Of course, as private corporations, Twitter and Facebook are not obliged to provide a forum to anyone. Yet Federal Communications Commission members Ajit Pai made an important point in a recent interview when he noted that “cultural values that undergird the [First A]mendment” are endangered when universities and social media abandon “the idea of the marketplace of ideas.” If social media companies have the right to restrict speech on their platforms, citizens and consumers have a right to criticize them—especially when their actions belie their professed commitment to free debate. Should “hate speech” be excluded from this commitment? Then, at the very least, all hate speech should be treated equally (including, for instance, the white-male-bashing tweets of some of Mr. McCain’s feminist targets). If the social media opt for taking a side in the culture wars, they will inevitably break up into ideological echo chambers.

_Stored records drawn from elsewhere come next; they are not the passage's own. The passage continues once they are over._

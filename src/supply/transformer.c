/* Which mains transformer a supply needs.
 * SPDX-License-Identifier: GPL-3.0-or-later */
#include "platewright/transformer.h"

#include <math.h>

enum { ROUNDS_MOST = 80 };

const double *plw_usual_secondaries(size_t *count) {
    static const double usual[] = {100, 110, 115, 120, 125, 130, 140, 150, 160, 170, 175, 180, 190, 200, 210, 220,
                                   225, 230, 240, 250, 260, 265, 270, 275, 280, 290, 300, 310, 320, 325, 330, 340,
                                   350, 360, 370, 375, 380, 390, 400, 410, 425, 450, 475, 500, 525, 550, 600};
    *count = sizeof usual / sizeof usual[0];
    return usual;
}

/* With a winding of given off-load volts: the copper that makes its drop at its own RMS current the regulation, found
 * by repeating, since the current hardly depends on the copper. */
static plw_status with_regulation(plw_rectifier *supply, double off_load_volts, double regulation, double amps,
                                  plw_rectifier_state *state, plw_error *error) {
    const plw_dc_load load = {.amps = amps};
    const double drop = off_load_volts * regulation / (1 + regulation);
    supply->winding_rms_volts = off_load_volts;
    supply->path_ohms = drop / (2 * amps);
    for (int round = 0; round < ROUNDS_MOST; round++) {
        plw_rectifier_state found;
        const plw_status status = plw_rectifier_steady(supply, load, &found, error);
        if (status != PLW_OK) {
            return status;
        }
        const double next = drop / found.winding_rms_amps, moved = fabs(next - supply->path_ohms);
        *state = found;
        if (moved <= 1e-9 * next) {
            return PLW_OK;
        }
        /* A stiffer path draws sharper pulses: half way damps the hunting. */
        supply->path_ohms += 0.7 * (next - supply->path_ohms);
    }
    return plw_fail(error, PLW_E_NO_CONVERGENCE, "transformer: the copper for %.3g %% regulation does not settle",
                    100 * regulation);
}

/* DC at the output with the usual winding: same regulation and rated current, so copper in proportion to its volts. */
static plw_status try_usual(const plw_transformer *exact, double amps, double *volts, plw_error *error) {
    plw_rectifier supply = exact->supply;
    const double ratio = exact->usual_rms_volts / exact->rated_rms_volts;
    const plw_dc_load load = {.amps = amps};
    plw_rectifier_state state;
    supply.winding_rms_volts *= ratio;
    supply.path_ohms *= ratio;
    const plw_status status = plw_rectifier_steady(&supply, load, &state, error);
    if (status == PLW_OK) {
        *volts = state.volts;
    }
    return status;
}

static void pick_usual(plw_transformer *made) {
    size_t count;
    const double *usual = plw_usual_secondaries(&count);
    made->usual_below = (double)NAN;
    made->usual_above = (double)NAN;
    made->usual_rms_volts = usual[0];
    for (size_t i = 0; i < count; i++) {
        if (usual[i] <= made->rated_rms_volts) {
            made->usual_below = usual[i];
        } else if (isnan(made->usual_above)) {
            made->usual_above = usual[i];
        }
        if (fabs(log(usual[i] / made->rated_rms_volts)) < fabs(log(made->usual_rms_volts / made->rated_rms_volts))) {
            made->usual_rms_volts = usual[i];
        }
    }
}

static plw_status check_wanted(const plw_rectifier *described, double volts, double amps, double regulation_percent,
                               plw_error *error) {
    if (!(isfinite(volts) && volts > 0 && isfinite(amps) && amps > 0)) {
        return plw_fail(error, PLW_E_USAGE, "transformer: %g V at %g A; both must be above zero", volts, amps);
    }
    if (!(regulation_percent > 0 && regulation_percent <= 100)) {
        return plw_fail(error, PLW_E_USAGE, "transformer: a regulation of %g %% is not above 0 and up to 100",
                        regulation_percent);
    }
    plw_rectifier probe = *described;
    probe.winding_rms_volts = volts;
    probe.path_ohms = 0;
    return plw_rectifier_validate(&probe, error);
}

typedef struct {
    double low, high;         /* winding volts that give too little and enough */
    double short_by, over_by; /* by how much, V DC */
} bracket;

/* One trial of a winding; a supply that cannot deliver the current gives nothing. */
static plw_status try_winding(plw_rectifier *supply, double winding_volts, double volts, double amps, double regulation,
                              plw_rectifier_state *state, bracket *around, double *miss, plw_error *error) {
    plw_error inner = {0};
    const plw_status status = with_regulation(supply, winding_volts, regulation, amps, state, &inner);
    if (status != PLW_OK && status != PLW_E_NO_POINT) {
        return plw_fail(error, status, "%s", inner.text);
    }
    *miss = status == PLW_OK ? state->volts - volts : -volts;
    if (*miss >= 0) {
        around->high = winding_volts;
        around->over_by = *miss;
    } else {
        around->low = winding_volts;
        around->short_by = -*miss;
    }
    return PLW_OK;
}

/* Narrow the winding's volts; the output is nearly straight in it, so false position is quick, and a bisection every
 * third time keeps it from sticking. */
static plw_status find_winding(plw_rectifier *supply, double volts, double amps, double regulation,
                               plw_rectifier_state *state, plw_error *error) {
    bracket around = {0, 0, 0, 0};
    double miss = 0, trial = volts;
    while (around.high <= 0) {
        if (trial > 100 * volts) {
            return plw_fail(error, PLW_E_NO_POINT, "transformer: no winding gives %g V at %g mA through this filter",
                            volts, 1e3 * amps);
        }
        const plw_status status = try_winding(supply, trial, volts, amps, regulation, state, &around, &miss, error);
        if (status != PLW_OK) {
            return status;
        }
        trial *= 1.4;
    }
    if (around.low <= 0) {
        around.low = around.high / 4;
        around.short_by = volts;
    }
    for (int round = 0; round < ROUNDS_MOST; round++) {
        trial = (around.low + around.high) / 2;
        if (round % 3 != 2) {
            trial = (around.low * around.over_by + around.high * around.short_by) / (around.over_by + around.short_by);
        }
        const plw_status status = try_winding(supply, trial, volts, amps, regulation, state, &around, &miss, error);
        if (status != PLW_OK || fabs(miss) <= 1e-7 * volts) {
            return status;
        }
    }
    return plw_fail(error, PLW_E_NO_CONVERGENCE, "transformer: no winding was found that gives %g V", volts);
}

plw_status plw_transformer_for(const plw_rectifier *described, double volts, double amps, double regulation_percent,
                               plw_transformer *transformer, plw_error *error) {
    plw_status status = check_wanted(described, volts, amps, regulation_percent, error);
    if (status != PLW_OK) {
        return status;
    }
    const double regulation = regulation_percent / 100;
    plw_transformer made = {.supply = *described};
    plw_rectifier_state state = {0};
    status = find_winding(&made.supply, volts, amps, regulation, &state, error);
    if (status != PLW_OK) {
        return status;
    }
    made.off_load_rms_volts = made.supply.winding_rms_volts;
    made.rated_rms_volts = made.off_load_rms_volts / (1 + regulation);
    made.rms_amps = state.winding_rms_amps;
    made.secondary_va = made.rated_rms_volts * made.rms_amps * (described->connection == PLW_FULL_WAVE ? 2 : 1);
    made.path_ohms = made.supply.path_ohms;
    made.volts = state.volts;
    pick_usual(&made);
    status = try_usual(&made, amps, &made.usual_volts, error);
    if (status == PLW_OK) {
        *transformer = made;
    }
    return status;
}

It is also worth noting that many advocates against online abuse endorse speech-restricting government action. In January, Ms. Hess deplored a Canadian court’s acquittal of Toronto-based artist Gregory Allan Elliott on charges of “criminal harassment” based on his tweets to and about two feminist activists—tweets that, while often derogatory, contained no threats or obscenities and were often made in response to the alleged victims’ own attacks on Mr. Elliott. (Disclosure: I participated in a livestream fundraiser for Mr. Elliott’s defense fund last November.) Here in the U.S., progressive commentator Arthur Chu, who rails frequently against reactionary online “hate mobs,” has proposed doing away with the law that shields Internet service providers from liability from content posted by users.
In this climate, what will come from the SXSW online harassment summit? Most likely, more of the same: with a few exceptions, the line-up consists of activists who believe that the Internet is a cesspit of misogyny that must be cleaned up for women’s protection. (It is also telling that a pro-GamerGate panel originally scheduled to be part of the summit ended up being moved to a later date.) The fractious debate on online abuse could greatly benefit from a discussion that draws a clear line between cybercrimes and unpleasant speech, condemns harassment regardless of identity politics, and acknowledges that harassment accusations can themselves be used as a form of harassment. But that discussion will have to wait for another time.